On the night of Tuesday, January 7, 2020, Iran notified US officials that they were about to launch missiles at two bases in Iraq housing US troops. Hours later, videos were published showing a barrage of surface-to-surface ballistic missiles being fired from Iran.

Thanks to the advance warning, thousands of American troops were able to evacuate. But even those who remained fared relatively well as the missiles slammed into empty corners of the two targeted bases. A number of US troops suffered concussions and other brain injuries from the nearby blasts, but no one was killed or maimed in the attack.

Thankfully, Trump and his administration recognized the Iranian strike for what it was—an opportunity to de-escalate. The attack was a show of force strong enough to demonstrate that Iran could exert serious damage on American forces in the region. But it was also deliberately limited enough to allow the US to halt escalations without losing face. Trump took that opportunity. He did not order the strike he had threatened on Iran, and while relations between the countries remained tense, war was avoided.

Details are still coming out about Iran’s missile and drone attack on Israel early Sunday. But from what we know so far, Israel had hours of advance warning after Iran launched its drones from Yemen, Iraq, and Iran. The drones and missiles had to travel through Jordan, where American and Jordanian forces were able to get a head start intercepting and downing them before they even reached Israel. And the Iranians kept the beacon lights on their drones illuminated, making them easy targets for antiair systems.

That’s not to suggest that the attack was some sort of sham. The missile defense against this one attack reportedly cost Israel over a billion dollars. And, again, it appears that some Iranian missiles successfully struck Israel’s Nevatim Airbase in the Negev Desert, where Iran claims the strike on its consulate originated.
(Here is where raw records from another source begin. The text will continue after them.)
export function startServer(connection: Connection = createConnection(ProposedFeatures.all), options: ServerOptions = {}): Connection {
  const documents = new TextDocuments(TextDocument);
  const config = new ConfigStore(connection);
  const docsHref = codesHref(options.baseDir ?? (typeof __dirname === 'string' ? __dirname : process.cwd()));
  const log = (m: string): void => connection.console.error(`Offload Ledger: ${m}`);
  installGuards(log);
  // The project index's state for the status item: files known, and who is indexing.
  const known = new Set<string>();
  let checking = false;
  let lastProject: ProjectStatusParams | undefined;
  const projectStatus = (p: ProjectStatusParams): void => {
    if (lastProject && JSON.stringify(lastProject) === JSON.stringify(p)) return;
    lastProject = p;
    void connection.sendNotification(ProjectStatusNotification.type, p).catch(() => undefined);
  };
  const projectReady = (): void => {
    if (checking) return;
    if (lastProject?.state === 'ready' && lastProject.files === known.size) return;
    projectStatus({ state: 'ready', files: known.size });
  };
  /** The diagnostics an early view published, per document (the final view does not send them again). */
  const earlyDiagnostics = new Map<string, { version: number; json: string }>();
  const engine = options.engine ?? defaultEngine({
    onCrash: (reason) => log(`the analysis worker stopped (${reason}); a new one takes the next job`),
    onStart: (n, threadId) => log(`analysis worker started (#${n}, thread ${threadId})`),
    onIndex: (uri, done, total) => {
      if (!checking) projectStatus({ state: 'indexing', done, total, files: known.size, scope: uri });
    },
    // The first diagnostics of a document while the rest of its project is modelled; the job's
    // own view replaces them (hovers and fixes wait for that one).
    onEarly: (view) => {
      scheduler.noteEarly(view.uri, view.version, view.analysisMilliseconds, view.byParts === true);
      if (documents.get(view.uri)?.version !== view.version || scheduler.latest(view.uri)?.version === view.version) return;
      earlyDiagnostics.set(view.uri, { version: view.version, json: JSON.stringify(view.diagnostics) });
      void connection.sendDiagnostics({ uri: view.uri, version: view.version, diagnostics: view.diagnostics });
    },
  });
  /** The last analysis of each file of a workspace check that is not open (same inputs: not analysed again). */
  const checkCache = new ViewCache(4096);
  let workspaceFolders: string[] = [];
  let foldersChange = false;
  let rootUri: string | undefined;
  let caps = { configuration: false, workDoneProgress: false, codeLensRefresh: false, inlayHintRefresh: false, dynamicConfig: false };
  let lastStatus: StatusParams = { state: 'ready', profile: '', baseline: '' };

  const status = (s: Partial<StatusParams>): void => {
    lastStatus = { ...lastStatus, ...s };
    if (lastStatus.state !== 'error') delete lastStatus.message;
    void connection.sendNotification(StatusNotification.type, lastStatus).catch(() => undefined);
  };

  /** The workspace folder holding a file (relative include folders are read from there), else its own folder. */
  const folderOf = (path: string): string => {
    const folders = (workspaceFolders.length > 0 ? workspaceFolders : rootUri ? [rootUri] : []).map(pathOfUri);
    return folders.filter((f) => path.startsWith(f.endsWith('/') ? f : `${f}/`)).sort((a, b) => b.length - a.length)[0] ?? dirname(path);
  };

  const jobFor = async (uri: string, text: string, version: number, languageId: string | undefined): Promise<AnalysisJob | undefined> => {
    const language = languageOfDocument(uri, languageId);
    if (!language) return undefined;
    const settings: Settings = await config.forDocument(uri);
    const resolved = resolveProfile(settings.profile, settings.measuredHostProfile, undefined, machinesFileFor(workspaceFolders.length > 0 ? workspaceFolders : rootUri ? [rootUri] : []));
    for (const w of resolved.warnings) config.warn(w);
    if (lastStatus.profile !== resolved.label || lastStatus.baseline !== settings.baseline) status({ profile: resolved.label, baseline: settings.baseline });
    const path = pathOfUri(uri);
    const openText = (p: string): string | undefined => documents.all().find((d) => pathOfUri(d.uri) === p)?.getText();
    // The compilation database (setting, or the nearest compile_commands.json): each file's own flags.
    const folder = folderOf(path);
    const user = preprocessOf(settings.preprocessorFlags, folder)!;
    const db = uri.startsWith('file:') ? databaseOf(path, settings.compileCommands, folder, (m) => config.warn(m)) : undefined;
    const neighbours = uri.startsWith('file:') ? projectNeighbours(db, path, language, folder, neighbourSources(path, language, openText), user, openText) : undefined;
    known.add(path);
    for (const n of neighbours ?? []) known.add(n.path);
    return {
      uri, version, text, language,
      path,
      root: folder,
      neighbours,
      bindings: Object.entries(settings.sizeBindings),
      preprocess: preprocessFor(db, path, user),
      profile: resolved.profile,
      baseline: settings.baseline,
      timeLoopVariables: settings.timeLoopVariables.split(/[\s,]+/).filter((v) => /^[A-Za-z_]\w*$/.test(v)),
      view: {
        profileName: resolved.label,
        baseline: settings.baseline,
        severity: settings.severity as Record<string, string>,
        codeLens: settings['codeLens.enabled'],
        inlayHints: settings['inlayHints.enabled'],
        docsHref,
      },
    };
  };

  const scheduler = new Scheduler(engine, {
    makeJob: async (uri) => {
      const doc = documents.get(uri);
      return doc ? jobFor(uri, doc.getText(), doc.version, doc.languageId) : undefined;
    },
    currentVersion: (uri) => documents.get(uri)?.version,
    onView: (view) => {
      for (const e of view.internalErrors) log(`internal error while analysing ${view.planning.path}: ${e}`);
      // The final view's diagnostics are sent unless an early view of the same version sent the same ones.
      const early = earlyDiagnostics.get(view.uri);
      earlyDiagnostics.delete(view.uri);
      if (!early || early.version !== view.version || early.json !== JSON.stringify(view.diagnostics)) {
        void connection.sendDiagnostics({ uri: view.uri, version: view.version, diagnostics: view.diagnostics });
      }
      projectReady();
    },
    onError: (uri, e) => {
      log(`analysis of ${uri} failed: ${e instanceof Error ? e.message.split('\n')[0] : String(e)}`);
      status({ state: 'error', message: `the analysis of ${pathOfUri(uri)} failed; see the output channel` });
    },
    onBusyChange: (busy) => {
      status({ state: busy ? 'analysing' : 'ready' });
      if (!busy) projectReady();
    },
  });

  connection.onInitialize((params: InitializeParams): InitializeResult => {
    const c = params.capabilities;
    caps = {
      configuration: !!c.workspace?.configuration,
      workDoneProgress: !!c.window?.workDoneProgress,
      codeLensRefresh: !!c.workspace?.codeLens?.refreshSupport,
      inlayHintRefresh: !!c.workspace?.inlayHint?.refreshSupport,
      dynamicConfig: !!c.workspace?.didChangeConfiguration?.dynamicRegistration,
    };
    config.supportsConfiguration = caps.configuration;
    config.initial = (params.initializationOptions as { settings?: unknown } | undefined)?.settings;
    workspaceFolders = (params.workspaceFolders ?? []).map((f) => f.uri);
    foldersChange = !!c.workspace?.workspaceFolders;
    rootUri = params.rootUri ?? undefined;
    return {
      capabilities: {
        textDocumentSync: { openClose: true, change: TextDocumentSyncKind.Incremental },
        hoverProvider: true,
        codeLensProvider: { resolveProvider: false },
        inlayHintProvider: true,
        codeActionProvider: { codeActionKinds: ['quickfix'] },
        executeCommandProvider: { commands: [ServerCommands.checkWorkspace] },
        workspace: { workspaceFolders: { supported: true, changeNotifications: true } },
      },
      serverInfo: { name: 'offload-ledger', version: TOOL_VERSION },
    };
  });

  connection.onInitialized(() => {
    if (caps.dynamicConfig) void connection.client.register(DidChangeConfigurationNotification.type, { section: 'offloadLedger' });
    if (foldersChange) {
      connection.workspace.onDidChangeWorkspaceFolders((e) => {
        workspaceFolders = [...workspaceFolders.filter((f) => !e.removed.some((r) => r.uri === f)), ...e.added.map((a) => a.uri)];
      });
    }
    void config.forDocument(undefined).then((s) => {
      const r = resolveProfile(s.profile, s.measuredHostProfile, undefined, machinesFileFor(workspaceFolders.length > 0 ? workspaceFolders : rootUri ? [rootUri] : []));
      for (const w of r.warnings) config.warn(w);
      status({ state: 'ready', profile: r.label, baseline: s.baseline });
    });
  });

  connection.onDidChangeConfiguration((change) => {
    config.invalidate();
    if (!caps.configuration) config.initial = (change.settings as Record<string, unknown> | undefined)?.offloadLedger ?? config.initial;
    for (const d of documents.all()) scheduler.schedule(d.uri, 0);
    if (caps.codeLensRefresh) void connection.sendRequest(CodeLensRefreshRequest.type).catch(() => undefined);
    if (caps.inlayHintRefresh) void connection.languages.inlayHint.refresh().catch(() => undefined);
  });

  // TextDocuments reports an open as a content change too: that one is no edit (it must not make
  // the open's analysis stale nor count as a keystroke).
  const opened = new Map<string, number>();
  documents.onDidOpen((e) => {
    opened.set(e.document.uri, e.document.version);
    scheduler.schedule(e.document.uri, 0, false, e.document.lineCount);
  });
  documents.onDidChangeContent(async (e) => {
    if (e.document.version === scheduler.latest(e.document.uri)?.version) return;
    if (opened.get(e.document.uri) === e.document.version) return;
    const s = await config.forDocument(e.document.uri);
    scheduler.schedule(e.document.uri, s.debounceMs, true, e.document.lineCount);
  });
  documents.onDidClose((e) => {
    opened.delete(e.document.uri);
    earlyDiagnostics.delete(e.document.uri);
    scheduler.forget(e.document.uri);
    void connection.sendDiagnostics({ uri: e.document.uri, diagnostics: [] });
  });

  const cancelHook = (token: { onCancellationRequested: (cb: () => void) => unknown }) => (cb: () => void) => {
    token.onCancellationRequested(cb);
  };

  connection.onHover(async (p, token) => {
    const view = await scheduler.viewFor(p.textDocument.uri, cancelHook(token));
    return view ? hoverAt(view, p.position) : null;
  });
  connection.onCodeLens(async (p, token) => (await scheduler.viewFor(p.textDocument.uri, cancelHook(token)))?.lenses ?? []);
  connection.languages.inlayHint.on(async (p, token) => {
    const view = await scheduler.viewFor(p.textDocument.uri, cancelHook(token));
    if (!view) return [];
    return view.inlayHints.filter((h) => h.position.line >= p.range.start.line && h.position.line <= p.range.end.line);
  });
  connection.onCodeAction(async (p, token) => {
    const view = await scheduler.viewFor(p.textDocument.uri, cancelHook(token));
    return view ? codeActionsFor(view, p) : [];
  });

  connection.onRequest(PlanningDataRequest.type, async (p): Promise<PlanningData> => {
    const views = p.uri ? [await scheduler.viewFor(p.uri)].filter((v) => !!v) : scheduler.allViews();
    return {
      profile: lastStatus.profile,
      baseline: lastStatus.baseline,
      estimatesAvailable: views.some((v) => v!.estimatesAvailable),
      files: views.map((v) => v!.planning),
    };
  });

  connection.onRequest(DebugStatsRequest.type, () => ({ engine: engine.stats(), viewCacheHits: scheduler.cache.hits, checkCacheHits: checkCache.hits }));

  connection.onExecuteCommand(async (p, token, reporter) => {
    if (p.command !== ServerCommands.checkWorkspace) return undefined;
    // The client's own token when it sent one (vscode-languageserver then passes a reporter bound
    // to it and removes the token from the params); else server-initiated progress when supported.
    const clientToken = (reporter as unknown as { _token?: unknown })._token !== undefined;
    const progress = !clientToken && caps.workDoneProgress ? await connection.window.createWorkDoneProgress() : reporter;
    const folders = workspaceFolders.length > 0 ? workspaceFolders : rootUri ? [rootUri] : [];
    checking = true;
    try {
      return await checkWorkspace(
        folders,
        {
          openText: (uri) => {
            const d = documents.get(uri);
            return d ? { text: d.getText(), version: d.version } : undefined;
          },
          analyse: async (uri, path, text, version) => {
            if (documents.get(uri)) {
              const v = await scheduler.viewFor(uri);
              if (!v) throw new Error('analysis failed');
              return v.diagnostics;
            }
            const job = await jobFor(uri, text, version, undefined);
            if (!job) return [];
            job.path = path;
            job.firstViews = false;
            const cached = checkCache.lookup(job);
            if (cached) return cached.diagnostics;
            const view = await engine.analyze(job);
            // Diagnostics are all a check reads: the rest of the view is not kept.
            checkCache.store(job, { ...view, hovers: {}, cards: [], lenses: [], inlayHints: [], actions: [], refactors: [] });
            return view.diagnostics;
          },
          publish: (uri, diagnostics) => void connection.sendDiagnostics({ uri, diagnostics }),
          onProgress: (done, total, files) => {
            for (const f of files) known.add(f);
            projectStatus({ state: 'indexing', done, total, files: known.size, scope: 'workspace' });
          },
        },
        progress,
        token,
      );
    } finally {
      checking = false;
      projectStatus({ state: 'ready', files: known.size });
    }
  });

  connection.onShutdown(async () => {
    scheduler.dispose();
    await engine.dispose();
  });

  documents.listen(connection);
  connection.listen();
  return connection;
}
But the fact that no Israelis were killed, including at Nevatim, means that the Israelis and their backers in Washington have a sincere opportunity to halt this cycle of escalation and avoid an all-out regional war. As expected, hard-liners in both governments are calling to forgo this opportunity and to instead escalate things further with more retaliatory strikes on Iran. But if Joe Biden truly cares about the well-being of Americans, Israelis, and Palestinians—as he claims to—he should follow Trump’s lead, avoid a further escalation, and use all the leverage he has with Israel’s government to ensure they do the same. There may not be another opportunity.